SOURCE RECORDS Start Marker

"""The operations log: every change to a data table as per-field operations, and their merge.

Capture is by construction: triggers on every data table note the id of each row written, and
the store's outermost transaction turns those rows into operations (one per written row,
carrying every field whose value changed: field ``"*"``, value a JSON object) just before it
commits. Operations of one field each (older stores, a settled conflict) stay valid. Any write path, including tables and columns added later, is
covered as long as it runs inside ``Store._tx()``.

Merge is a pure function of the set of operations, so every replica ends the same whatever the
order or repetition of delivery:

* a field's value is that of its operation with the greatest ``(hlc, op_id)``;
* two operations on one field conflict when neither editor had seen the other (``seen`` is the
  row version the editor had in hand); the value that lost is kept in ``sync_conflicts``;
* an edit racing a delete keeps the row alive and the delete is flagged for review;
* a unique key (a site's name, a column's tag on its site) taken by two rows from two devices:
  the row whose key was set first keeps it, the other shows ``"<key> (<first 8 of its id>)"``
  and is flagged; both rows stay and nothing is merged behind the engineer's back.

Timestamps: a hybrid logical clock (``hlc``), milliseconds since 1970 shifted left 16 bits plus
a counter, never going back and always past every clock seen from other devices.
"""

from __future__ import annotations

import json
import math
import re
import sqlite3
import time
from dataclasses import dataclass, field as _field
from datetime import datetime, timezone
from itertools import chain
from contextlib import contextmanager
from typing import Any, Iterable, Iterator

from fieldcol.errors import InputError
from fieldcol.store._gcpause import gc_paused
from fieldcol.store._ids import new_id, new_ids

_encode_text = json.encoder.encode_basestring  # type: ignore[attr-defined]

#: the key travels with every operation, not as a field
DERIVED = ("id",)
#: bookkeeping that changes with every edit: last writer wins, never flagged
UNFLAGGED = ("updated_at", "device_id", "created_at")
BOOK = ("id", "created_at", "updated_at", "device_id", "deleted_at")
#: the field name of an operation carrying several fields of one row (value: a JSON object)
ROW = "*"
#: a ``meta`` key present only inside a merge's own transaction: the triggers that note written
#: rows stand still while it writes (its rows are the merge's, not edits; noting each reading
#: cost twice its own insert)
QUIET = "sync_quiet"
#: the longest value an operation may carry (a row's fields together)
MAX_VALUE_CHARS = 4_000_000
#: an operation stamped further ahead of the receiver's clock than this is refused
FUTURE_TOLERANCE_MS = 15 * 60 * 1000
_SHIFT = 16
_TEXT_OR_NULL = frozenset((str, type(None)))
_FILE_FIELDS = {
    ("photos", "path"): re.compile(r"[0-9a-f]{2}/[0-9a-f]{64}\.(jpg|png|webp)"),
    ("photos", "thumb_path"): re.compile(r"thumbs/[0-9a-f]{2}/[0-9a-f]{64}\.jpg"),
    ("photos", "sha256"): re.compile(r"[0-9a-f]{64}"),
}
_FILE_TABLES = frozenset(t for t, _ in _FILE_FIELDS)

M003_SQL = """
CREATE TABLE sync_ops (
    seq INTEGER PRIMARY KEY AUTOINCREMENT,
    op_id TEXT NOT NULL UNIQUE,
    device_id TEXT NOT NULL,
    hlc INTEGER NOT NULL,
    tbl TEXT NOT NULL,
    row_id TEXT NOT NULL,
    field TEXT NOT NULL,
    value TEXT,
    seen INTEGER NOT NULL DEFAULT 0,
    source TEXT NOT NULL
);
CREATE INDEX sync_ops_row ON sync_ops(tbl, row_id);
CREATE TABLE sync_fields (
    tbl TEXT NOT NULL,
    row_id TEXT NOT NULL,
    field TEXT NOT NULL,
    hlc INTEGER NOT NULL,
    op_id TEXT NOT NULL,
    value TEXT,
    mat TEXT,
    PRIMARY KEY (tbl, row_id, field)
) WITHOUT ROWID;
CREATE INDEX sync_fields_value ON sync_fields(tbl, field, value);
CREATE TABLE sync_rows (
    tbl TEXT NOT NULL,
    row_id TEXT NOT NULL,
    max_hlc INTEGER NOT NULL,
    pending INTEGER NOT NULL DEFAULT 0,
    PRIMARY KEY (tbl, row_id)
) WITHOUT ROWID;
CREATE TABLE sync_conflicts (
    id TEXT PRIMARY KEY NOT NULL,
    kind TEXT NOT NULL CHECK (kind IN ('value', 'delete', 'duplicate')),
    tbl TEXT NOT NULL,
    row_id TEXT NOT NULL,
    field TEXT NOT NULL,
    value TEXT,
    op_id TEXT,
    device_id TEXT,
    hlc INTEGER,
    open INTEGER NOT NULL
);
CREATE INDEX sync_conflicts_row ON sync_conflicts(tbl, row_id);
CREATE TABLE sync_cursors (
    name TEXT PRIMARY KEY NOT NULL,
    value INTEGER NOT NULL
);
CREATE TABLE sync_dirty (
    tbl TEXT NOT NULL,
    row_id TEXT NOT NULL,
    PRIMARY KEY (tbl, row_id)
) WITHOUT ROWID;
"""


@dataclass(frozen=True)
class Op:
    """Fields of one row set by one device at one clock reading.

    ``field`` is one field and ``value`` the JSON text of its stored value, or ``field`` is
    ``ROW`` (``"*"``) and ``value`` a JSON object of field -> value (a whole written row).
    ``seen`` is the row version (greatest ``hlc`` of its operations) the editor had in hand.
    """
    op_id: str
    device_id: str
    hlc: int
    tbl: str
    row_id: str
    field: str
    value: str | None
    seen: int
    #: field -> value as decoded when the operation was read and checked (not its identity)
    decoded: dict[str, Any] | None = _field(default=None, compare=False, repr=False)

    def to_json(self) -> dict[str, Any]:
        """The operation as a JSON object (for bundles and the hub).

        Example:
            >>> Op("o", "d", 5, "sites", "r", "name", '"A"', 0).to_json()["field"]
            'name'
        """
        return {"op_id": self.op_id, "device_id": self.device_id, "hlc": self.hlc,
                "tbl": self.tbl, "row_id": self.row_id, "field": self.field,
                "value": self.value, "seen": self.seen}

    def to_json_text(self) -> str:
        """``to_json()`` as compact JSON text, written without the general encoder (a sync
        writes every operation twice: device to hub, hub to device).

        Example:
            >>> json.loads(Op("o", "d", 5, "sites", "r", "name", '"A"', 0).to_json_text())["value"]
            '"A"'
        """
        e = _encode_ascii
        value = "null" if self.value is None else e(self.value)
        return (f'{{"op_id":{e(self.op_id)},"device_id":{e(self.device_id)},'
                f'"hlc":{int(self.hlc)},"tbl":{e(self.tbl)},"row_id":{e(self.row_id)},'
                f'"field":{e(self.field)},"value":{value},"seen":{int(self.seen)}}}')

    def fields(self) -> dict[str, str | None]:
        """Field -> JSON text of the value it sets (None: SQL NULL), for both shapes.

        Example:
            >>> Op("o", "d", 5, "sites", "r", "*", '{"name": "A", "owner_ref": null}', 0).fields()
            {'name': '"A"', 'owner_ref': None}
        """
        if self.field != ROW:
            return {self.field: self.value}
        return {k: _dump(v) for k, v in json.loads(self.value or "{}").items()}

    @staticmethod
    def from_json(obj: Any, where: str = "op") -> "Op":
        """Check and build an operation from a JSON object; raises InputError naming the field.

        Example:
            >>> Op.from_json({"op_id": "o", "device_id": "d", "hlc": 5, "tbl": "sites",
            ...               "row_id": "r", "field": "name", "value": '"A"', "seen": 0}).hlc
            5
        """
        fast = _fast_op(obj)
        if fast is not None:
            return fast
        if not isinstance(obj, dict):
            raise InputError(where, repr(obj)[:40], "an operation is a JSON object", None)
        out: dict[str, Any] = {}
        for k in ("op_id", "device_id", "tbl", "row_id", "field"):
            val = obj.get(k)
            if not isinstance(val, str) or not 0 < len(val) <= 200:
                raise InputError(f"{where}.{k}", repr(val)[:40], "expected a short text", None)
            out[k] = val
        for k in ("hlc", "seen"):
            val = obj.get(k)
            if isinstance(val, bool) or not isinstance(val, int) or not 0 <= val < 2 ** 62:
                raise InputError(f"{where}.{k}", repr(val)[:40], "expected a clock reading", None)
            out[k] = val
        val = obj.get("value")
        values = {out["field"]: None}
        if val is not None or out["field"] == ROW:
            if not isinstance(val, str) or len(val) > MAX_VALUE_CHARS:
                raise InputError(f"{where}.value", repr(val)[:40], "expected JSON text", None)
            try:
                decoded = json.loads(val)
            except ValueError:
                raise InputError(f"{where}.value", val[:40], "not valid JSON", None) from None
            if out["field"] == ROW:
                if not isinstance(decoded, dict) or not decoded:
                    raise InputError(f"{where}.value", val[:40], "a row's fields are a JSON "
                                     "object of field names and values", None)
                # checked by C-level passes (a sync checks every field of every row); the
                # loop below runs only to name what is wrong
                if not (_SCALARS.issuperset(map(type, decoded.values()))
                        and 0 < min(map(len, decoded)) and max(map(len, decoded)) <= 200):
                    for k, v in decoded.items():
                        if not 0 < len(k) <= 200 or not _scalar(v):
                            raise InputError(f"{where}.value.{k[:40]}", repr(v)[:40],
                                             "a field holds text or a number", None)
                values = decoded
            elif not _scalar(decoded):
                raise InputError(f"{where}.value", val[:40], "a field holds text or a number",
                                 None)
            else:
                values = {out["field"]: decoded}
        out["value"] = val
        return Op(**out, decoded=values)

SOURCE RECORDS End Marker

TASK TO CARRY OUT. Start with the line above that contains "for both shapes." and end with the line that contains "if fast is not". Write out those lines exactly, and only those.

TASK RESULT.
        """Field -> JSON text of the value it sets (None: SQL NULL), for both shapes.

        Example:
            >>> Op("o", "d", 5, "sites", "r", "*", '{"name": "A", "owner_ref": null}', 0).fields()
            {'name': '"A"', 'owner_ref': None}
        """
        if self.field != ROW:
            return {self.field: self.value}
        return {k: _dump(v) for k, v in json.loads(self.value or "{}").items()}

    @staticmethod
    def from_json(obj: Any, where: str = "op") -> "Op":
        """Check and build an operation from a JSON object; raises InputError naming the field.

        Example:
            >>> Op.from_json({"op_id": "o", "device_id": "d", "hlc": 5, "tbl": "sites",
            ...               "row_id": "r", "field": "name", "value": '"A"', "seen": 0}).hlc
            5
        """
        fast = _fast_op(obj)
        if fast is not None:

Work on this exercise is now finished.